If they work, you'll be able to have "lucid dreams" – ones in which the dreamer is aware they're dreaming and can choose what happens. Those who have them describe them as intense, exciting experiences, often leaving those who can't jealous.

A number of techniques – more or less scientifically based – have claimed to induce lucid dreams, but many have failed. Now new research from Australia shows that the routines are incredibly reliable ways of encouraging lucid dreams.

All three of the techniques may work to induce the state. But by combining them, the chance of them occuring is far higher than the average, the research from the University of Adelaide found.

The first is relatively simple: check around your environment multiple times per day to see if you're dreaming. This presumably induces a state where you're more open to the possibility of having a dream you can control, and so helps that happen when you're actually in bed.

The second involves slightly more planning. Researcher Denholm Aspy encourages going to sleep, then waking up after five hours; staying awake for a short period after that, then going back to sleep. That's thought to encourage REM sleep, during which lucid dreams are far more likely to occur.

And the third is probably the most bizarre, though also the most obvious. It's called mnemonic induction of lucid dreams, and that long name stands for something fairly simple: after you wake up after five hours, repeat to yourself "the next time I'm dreaming, I will remember that I'm dreaming" and imagine yourself in a lucid dream.

The three techniques were tested on 47 people, of whom 17 per cent had lucid dreams in one week. That number appears low, but is actually far higher than the normal number of people who experience them.

But those who use the third technique properly have even higher success. For people who fell asleep five minutes after completing the routine, 46 per cent had lucid dreams – much, much higher than would normally be expected.

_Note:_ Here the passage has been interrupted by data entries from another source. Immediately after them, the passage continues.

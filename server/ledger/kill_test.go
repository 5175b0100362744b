package ledger

import (
	"bufio"
	"context"
	"fmt"
	"math/rand/v2"
	"os"
	"os/exec"
	"path/filepath"
	"strings"
	"testing"
	"time"

	"lapgate/pipeline"
)

// writerVariable names the ledger that this test binary writes to, until it is killed,
// when it is started again as a writer.
const writerVariable = "LEDGER_TEST_WRITER"

// writeUntilKilled records units and prints the id of each once it is acknowledged.
func writeUntilKilled(path string) int {
	ctx := context.Background()
	s, err := Open(ctx, path)
	if err != nil {
		fmt.Println("error", err)
		return 1
	}
	for {
		unit, err := s.NextUnitID(ctx, "disc-25")
		if err == nil {
			_, _, err = s.Record(ctx, disc(unit, 1, pipeline.Reject, noon, "dig size"))
		}
		if err != nil {
			fmt.Println("error", err)
			return 1
		}
		fmt.Println("unit", unit)
	}
}

func TestKilledWhileWritingLosesNothingAcknowledged(t *testing.T) {
	path := filepath.Join(t.TempDir(), "ledger.db")
	acknowledged := map[string]bool{}
	for range 6 {
		for _, unit := range runAndKill(t, path) {
			if acknowledged[unit] {
				t.Errorf("unit id %s was given twice", unit)
			}
			acknowledged[unit] = true
		}
	}
	if len(acknowledged) < 6*5 {
		t.Fatalf("only %d records were acknowledged: the test shows nothing", len(acknowledged))
	}
	s := openAt(t, path)
	checkWhole(t, s)
	for unit := range acknowledged {
		story, err := s.Unit(context.Background(), "disc-25", unit)
		if err != nil || len(story) != 1 || len(story[0].Judgements) != 1 || len(story[0].Evidence.Defects) != 2 {
			t.Errorf("unit %s: %d showings, %v", unit, len(story), err)
		}
	}
	c, err := s.Counts(context.Background(), Question{})
	if n := rowsIn(t, s, "inspections"); err != nil || c[0].Showings.Reject != int64(n) || n > len(acknowledged)+6 {
		t.Errorf("%d rows, %d acknowledged, counts %+v, %v", n, len(acknowledged), c, err)
	}
}

// runAndKill starts a writer, kills it at a random moment and returns what it acknowledged.
func runAndKill(t *testing.T, path string) []string {
	t.Helper()
	cmd := exec.Command(os.Args[0])
	cmd.Env = append(os.Environ(), writerVariable+"="+path)
	out, err := cmd.StdoutPipe()
	if err != nil {
		t.Fatal(err)
	}
	if err := cmd.Start(); err != nil {
		t.Fatal(err)
	}
	var units []string
	enough := 5 + rand.IntN(20)
	for lines := bufio.NewScanner(out); lines.Scan(); {
		word, rest, _ := strings.Cut(lines.Text(), " ")
		if word != "unit" {
			t.Errorf("writer: %s", lines.Text())
			break
		}
		units = append(units, rest)
		if len(units) == enough { // and somewhere within the next few records
			time.AfterFunc(time.Duration(rand.IntN(10_000))*time.Microsecond, func() { _ = cmd.Process.Kill() })
		}
	}
	_ = cmd.Wait() // killed
	return units
}

// checkWhole runs SQLite's own checks and looks for half-written records.
func checkWhole(t *testing.T, s *Store) {
	t.Helper()
	for _, pragma := range []string{"PRAGMA integrity_check", "PRAGMA foreign_key_check"} {
		rows, err := s.writer.Query(pragma)
		if err != nil {
			t.Fatal(err)
		}
		for rows.Next() {
			columns, _ := rows.Columns()
			values := make([]any, len(columns))
			for i := range values {
				values[i] = new(any)
			}
			if err := rows.Scan(values...); err != nil {
				t.Fatal(err)
			}
			if got := fmt.Sprint(*values[0].(*any)); got != "ok" {
				t.Errorf("%s: %s", pragma, got)
			}
		}
		rows.Close()
	}
	n := rowsIn(t, s, "inspections")
	for _, table := range []string{"views", "evidence", "judgements"} {
		if m := rowsIn(t, s, table); m != n {
			t.Errorf("%s: %d rows for %d inspections", table, m, n)
		}
	}
}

"The MILD technique works on what we call 'prospective memory' - that is, your ability to remember to do things in the future. By repeating a phrase that you will remember you're dreaming, it forms an intention in your mind that you will, in fact, remember that you are dreaming, leading to a lucid dream," says Dr Aspy, who is a visiting research fellow at the university's School of Psychology.

"Importantly, those who reported success using the MILD technique were significantly less sleep deprived the next day, indicating that lucid dreaming did not have any negative effect on sleep quality," he says.

Dr Aspy suggested that once the ability to reliably induce lucid dreaming works, it could be used to treat other problems.

"These results take us one step closer to developing highly effective lucid dream induction techniques that will allow us to study the many potential benefits of lucid dreaming, such as treatment for nightmares and improvement of physical skills and abilities through rehearsal in the lucid dream environment," Dr Aspy says.

He is conducting further experiments on making the techniques even more potent.